Poor performance in high school has its consequences in life and, while a teen may know this intellectually, they may choose to ignore it. Many high school kids struggle because of their lack of time management or other organizational skills. While they may be capable of mastering the material, they may be underestimating the amount of time that is needed, the careful notes that need to be taken or importance of preparation or homework assignments. These are skills that can be taught, and enforced by a parent. They are essential skills that will be needed in any academic or employment situation.
But this involves close monitoring by parents, rather than stepping away. It involves parents saying, “how much homework do you have?” Here there will be a long pause. “How much time will that take? When are things due? What is your schedule for getting that done given your other time commitments?” Parents can model the executive function thinking that teens can lack, showing them the thinking process that leads to accomplishing tasks in a timely manner.
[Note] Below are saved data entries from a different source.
import { mkdtempSync, readFileSync, rmSync, utimesSync, writeFileSync, statSync } from 'node:fs'
import { tmpdir } from 'node:os'
import { join } from 'node:path'
import { afterAll, describe, expect, it } from 'vitest'
import { openStorage } from '../../../server/storage'

const folder = mkdtempSync(join(tmpdir(), 'storage-'))
const storage = openStorage(folder)
afterAll(() => rmSync(folder, { recursive: true, force: true }))

const textOf = async (stream: AsyncIterable<Buffer>) => {
  let text = ''
  for await (const piece of stream) text += piece
  return text
}

describe('storage', () => {
  it('names a file by its key only once it is whole', async () => {
    const file = await storage.temporary('film_worker')
    writeFileSync(file.path, 'whole')
    expect(await storage.stat('films/a')).toBeNull()
    await file.keep('films/a')
    expect(readFileSync(storage.pathOf('films/a'), 'utf8')).toBe('whole')
    expect(await storage.list('temporary')).toEqual([])
  })

  it('keeps a file beside its temporary name until that is discarded', async () => {
    const file = await storage.temporary('photo_s_p')
    writeFileSync(file.path, 'original')
    await file.keepBeside('originals/s/p')
    expect(await storage.list('temporary')).toHaveLength(1)
    await file.discard()
    expect(await storage.list('temporary')).toEqual([])
    expect(readFileSync(storage.pathOf('originals/s/p'), 'utf8')).toBe('original')
  })

  it('reads a range of bytes, both ends included', async () => {
    writeFileSync(storage.pathOf('films/range'), '0123456789')
    expect(await textOf(storage.read('films/range', { start: 2, end: 4 }))).toBe('234')
  })

  it('keeps the modification time of a living owner’s temporary files fresh, and lets an abandoned one age', async () => {
    const [alive, abandoned] = [await storage.temporary('alive'), await storage.temporary('abandoned')]
    abandoned.abandon()
    for (const { path } of [alive, abandoned]) utimesSync(path, 1, 1)
    await expect.poll(() => statSync(alive.path).mtimeMs, { timeout: 4000 }).toBeGreaterThan(Date.now() - 10_000)
    expect(statSync(abandoned.path).mtimeMs).toBe(1000)
    await alive.discard()
  })

  it.each(['../outside', 'a/../../outside', '/etc/passwd/../../..'])('refuses the key %s, which leaves its folder', (key) => {
    expect(() => storage.pathOf(key)).toThrow('leaves the storage folder')
  })
})
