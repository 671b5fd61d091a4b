import { describe, expect, it } from 'vitest'
import { clientAddress } from '../../../server/utils/client-address'

// Addresses are RFC 5737's and RFC 3849's, for documentation.
describe('the address a request comes from', () => {
  it('is the connection’s own when no proxy is trusted, whatever a header says', () => {
    expect(clientAddress('203.0.113.9', '198.51.100.1', '')).toBe('203.0.113.9')
  })
  it('is the nearest in the header that is no trusted proxy', () => {
    expect(clientAddress('10.0.0.1', '198.51.100.1', '10.0.0.0/8')).toBe('198.51.100.1')
    expect(clientAddress('10.0.0.1', '192.0.2.66, 198.51.100.1, 10.1.2.3', '10.0.0.0/8')).toBe('198.51.100.1')
  })
  it('is read from the right, so that nobody can put another in front', () => {
    expect(clientAddress('10.0.0.1', '192.0.2.66, 198.51.100.1', '10.0.0.1')).toBe('198.51.100.1')
  })
  it('stays with the proxy where the header holds no address', () => {
    expect(clientAddress('10.0.0.1', 'unknown', '10.0.0.1')).toBe('10.0.0.1')
    expect(clientAddress('10.0.0.1', undefined, '10.0.0.1')).toBe('10.0.0.1')
  })
  it('takes IPv4 written as IPv6 for what it is, and IPv6 ranges', () => {
    expect(clientAddress('::ffff:10.0.0.1', '198.51.100.1', '10.0.0.1')).toBe('198.51.100.1')
    expect(clientAddress('2001:db8::1', '2001:db8:ffff::7', '2001:db8::/64')).toBe('2001:db8:ffff::7')
  })
})
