const sliceBytes = 65_536
const mostSlices = 16

/**
 * Where a file of so many bytes is looked at to know it again: at most 16 slices of 64 kB, the first and the last among
 * them, the others evenly between. `end` is exclusive. A file of up to 1 MiB is looked at whole.
 */
export function fingerprintSlices(bytes: number): { start: number, end: number }[] {
  if (bytes <= sliceBytes * mostSlices) return [{ start: 0, end: bytes }]
  return Array.from({ length: mostSlices }, (_, i) => {
    const start = Math.floor(i * (bytes - sliceBytes) / (mostSlices - 1))
    return { start, end: start + sliceBytes }
  })
}

const crcTable = Uint32Array.from({ length: 256 }, (_, byte) => {
  let code = byte
  for (let bit = 0; bit < 8; bit++) code = code & 1 ? 0xEDB88320 ^ (code >>> 1) : code >>> 1
  return code
})

/**
 * CRC-32 (ISO 3309; ITU-T V.42, 8.1.1.6.2) of the slices one after the other, as 8 hexadecimal digits. It tells files
 * apart that were mixed up; it does not protect against somebody who means to deceive.
 */
export function fingerprintOf(slices: Iterable<Uint8Array>): string {
  let code = 0xFFFFFFFF
  for (const slice of slices) for (const byte of slice) code = crcTable[(code ^ byte) & 0xFF]! ^ (code >>> 8)
  return ((code ^ 0xFFFFFFFF) >>> 0).toString(16).padStart(8, '0')
}
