import { describe, expect, it } from 'vitest'
import { settingsSchema } from '../../../server/config'

const base = { DATABASE_URL: 'postgres://localhost/none', STORAGE_DIR: 'x', NUXT_SESSION_PASSWORD: 'x'.repeat(32), IMAGE_CHILD_PROGRAM: 'x' }
const client = { OIDC_CLIENT_ID: 'emulside', OIDC_CLIENT_SECRET: 'secret' }
const wrongAmong = (settings: object) => settingsSchema.safeParse({ ...base, ...settings }).error?.issues.map(({ path }) => path.join('.')) ?? []

describe('the settings of an OpenID Connect provider', () => {
  it('are all three or none, and name what is missing', () => {
    expect(wrongAmong({})).toEqual([])
    expect(wrongAmong({ ...client, OIDC_ISSUER: 'https://sign-in.example' })).toEqual([])
    expect(wrongAmong({ OIDC_ISSUER: 'https://sign-in.example' })).toEqual(['OIDC_CLIENT_ID', 'OIDC_CLIENT_SECRET'])
    expect(wrongAmong(client)).toEqual(['OIDC_ISSUER'])
  })
  it('take an issuer without HTTPS on loopback only', () => {
    for (const OIDC_ISSUER of ['http://127.0.0.1:3190', 'http://localhost:3190', 'http://[::1]:3190']) expect(wrongAmong({ ...client, OIDC_ISSUER }), OIDC_ISSUER).toEqual([])
    for (const OIDC_ISSUER of ['http://sign-in.example', 'http://127.0.0.1.sign-in.example', 'ftp://127.0.0.1']) expect(wrongAmong({ ...client, OIDC_ISSUER }), OIDC_ISSUER).toContain('OIDC_ISSUER')
  })
})
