import { describe, expect, it } from 'vitest'
import { settingsSchema } from '../../../server/config'
import { passkeyPlace } from '../../../server/services/passkey-place'

const settings = settingsSchema.parse({ DATABASE_URL: 'postgres://localhost/none', STORAGE_DIR: 'x', NUXT_SESSION_PASSWORD: 'x'.repeat(32), IMAGE_CHILD_PROGRAM: 'x' })
const at = (NUXT_PUBLIC_URL: string | undefined, HOST = '127.0.0.1') => passkeyPlace({ ...settings, NUXT_PUBLIC_URL, HOST })

describe('passkeys work', () => {
  it('under a name by HTTPS, and at localhost without it', () => {
    expect(at('https://prints.example:8443/studio')).toEqual({ origin: 'https://prints.example:8443', rpId: 'prints.example' })
    expect(at('http://localhost:3180')).toEqual({ origin: 'http://localhost:3180', rpId: 'localhost' })
  })
  it('at localhost where no address is configured and the service listens there', () => {
    expect(at(undefined)).toEqual({ origin: 'http://localhost:3000', rpId: 'localhost' })
    expect(at(undefined, '0.0.0.0')?.rpId).toBe('localhost')
    expect(at(undefined, '192.0.2.7')).toBeNull()
  })
  it('nowhere else: not under an address of figures, nor without HTTPS', () => {
    for (const address of ['http://127.0.0.1:3000', 'https://192.0.2.7', 'https://[2001:db8::1]:3000', 'http://prints.example', 'http://localhost.prints.example']) expect(at(address), address).toBeNull()
  })
})
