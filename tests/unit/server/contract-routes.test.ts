import { describe, expect, it } from 'vitest'
import { methodsOf } from '../../../server/utils/contract-routes'

describe('the methods of a path', () => {
  it('are the contract’s', () => {
    expect(methodsOf('/api/studios/rope-works/benches').sort()).toEqual(['GET', 'POST'])
    expect(methodsOf('/api/me').sort()).toEqual(['GET', 'PATCH'])
  })
  it('are none where the contract has no such path', () => {
    for (const path of ['/api/', '/api/nothing', '/api/_auth/session', '/api/openapixjson', '/api/studios/rope-works/spoons', '/api/studios//benches']) expect(methodsOf(path)).toEqual([])
  })
  it('of the shelf hold for its six drawers only', () => {
    for (const drawer of ['papers', 'sensitizers', 'films', 'inkjets', 'lamps', 'scanners']) expect(methodsOf(`/api/studios/x/${drawer}/y`).sort()).toEqual(['GET', 'PATCH'])
    expect(methodsOf('/api/studios/x/spoons/y')).toEqual([])
  })
})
One middle school teacher quoted in the piece suggested that parents, “Acknowledge the work you see your child do and praise him/her for the effort more than the end result. Don’t focus on what is not being accomplished.”
As a parent, I have taken a different approach. At one point, with a child who was underperforming in high school, I mounted a large white board over his desk. Every day after school he had to write down every task that he faced on the board and then erase them upon completion. This served the dual purpose of keeping me informed (without daily nagging) of how much work he faced and where he was in terms of completing it and he had to stare at this oversized to-do list on the wall of his room. No progress on the list? No car keys, no Netflix, no computer time, and eventually no cell phone. In my very small scientific study I have determined that a teen will do almost anything for a cell phone.
Being a helicopter parent has surely gone out of fashion, but helping our kids work through their troubles is timeless parenting.
*Next year readers will be treated to The Gift of Failure by Jessica Lahey. Jessica became a sensation (no surprise to us loyal fans) when she wrote an article for The Atlantic, “Why Parents Need To Let Their Children Fail.” One thing led to another and a subject this large could not be contained in the pages of a magazine and thus her book will be born.